We are looking for an AI Engineer to maintain and enhance the AI-driven backbone of the Sootra platform. This role involves ensuring production stability of LLM/VLM pipelines, optimizing model interactions, maintaining APIs and queues, and building feedback loops that continuously improve AI outputs.

Responsibilities

  • Maintain and optimize LLM- and VLM-powered services for content generation, compliance scoring, and campaign testing.

  • Manage and scale Flask/FastAPI microservices, ensuring high uptime and low latency.

  • Maintain Dramatiq queues for async AI workflows, campaign generation, and pipeline orchestration.

  • Deploy, monitor, and debug Uvicorn/Gunicorn-based hosting in production environments.

  • Integrate with OpenRouter and equivalent LLM routing tools to balance cost, latency, and quality.

  • Design and refine prompt engineering strategies for reliability, context-awareness, and compliance.

  • Build and maintain feedback pipelines for AI model evaluation (human-in-the-loop scoring, automated quality checks, reinforcement).

  • Expose and maintain REST APIs for AI services, ensuring secure, versioned endpoints.

  • Collaborate with backend/frontend teams to keep microservice architecture aligned and maintainable.

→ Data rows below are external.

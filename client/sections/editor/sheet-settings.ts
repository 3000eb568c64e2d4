import { z } from 'zod';
import { type Exaggeration } from '#client/drawing/sheet-view.ts';

/** How the sheet is shown; none of it changes the section. */
export interface SheetSettings {
  readonly grid: boolean;
  readonly comb: boolean;
  readonly exaggeration: Exaggeration;
  /** Hold handles of a 4-digit section to whole digits. */
  readonly snap: boolean;
  readonly secondView: 'thickness' | 'curvature' | 'none';
  /** The station looked at, as a fraction of chord: where the spar is to stand. */
  readonly station: number;
  /** Number of the version drawn behind the section. */
  readonly ghost: number | null;
}

export const STATION_LIMITS = { smallest: 0.01, largest: 0.99 } as const;

export const FIRST_SETTINGS: SheetSettings = {
  grid: false,
  comb: false,
  exaggeration: 1,
  snap: false,
  secondView: 'thickness',
  station: 0.3,
  ghost: null,
};

const keptSchema = z
  .object({
    grid: z.boolean(),
    comb: z.boolean(),
    exaggeration: z.union([z.literal(1), z.literal(2), z.literal(4)]),
    snap: z.boolean(),
    secondView: z.enum(['thickness', 'curvature', 'none']),
    station: z.number().min(STATION_LIMITS.smallest).max(STATION_LIMITS.largest),
  })
  .partial();

/** Settings from their kept text; what is missing or damaged falls back to the first settings. */
export function readSettings(text: string | null): SheetSettings {
  if (text === null) return FIRST_SETTINGS;
  try {
    const kept = keptSchema.safeParse(JSON.parse(text));
    if (!kept.success) return FIRST_SETTINGS;
    return { ...FIRST_SETTINGS, ...withoutUndefined(kept.data) };
  } catch {
    return FIRST_SETTINGS;
  }
}

/** The text to keep: everything but the ghost, which belongs to one section. */
export function writeSettings({ ghost: _, ...kept }: SheetSettings): string {
  return JSON.stringify(kept);
}

function withoutUndefined(data: z.infer<typeof keptSchema>): Partial<SheetSettings> {
  return Object.fromEntries(Object.entries(data).filter(([, value]) => value !== undefined));
}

  • Track token consumption, latency, and error rates to ensure production-grade performance.

Required Skills

  • Programming: Strong in Python, with experience in production-grade codebases.

  • Frameworks: Flask (for APIs), FastAPI (optional), Uvicorn/Gunicorn for async hosting.

  • Queues/Workers: Dramatiq (or Celery/RQ equivalent) for background jobs.

  • AI/ML: Hands-on with LLMs and VLMs, including prompt engineering, fine-tuning, and evaluation.

  • AI Infrastructure: Familiar with OpenRouter or equivalent LLM/VLM routing & fallback tools.

  • Architecture: Experience designing and maintaining microservice architectures.

  • APIs: Strong experience with REST API design (auth, rate limiting, documentation).

  • Production: Dockerized deployments, CI/CD pipelines, logging/monitoring, error handling.

  • Feedback Loops: Building structured evaluation/feedback systems for AI model performance.

  • Cloud: AWS/GCP experience preferred (deployment, monitoring, scaling).

Experience

  • 3–5 years as an AI Engineer or Python Backend Engineer working with production systems.

  • Prior work with SaaS platforms, LLM/VLM integrations, or AI-first products is highly valued.

Demonstrated ability to maintain AI pipelines in production, not just prototypes.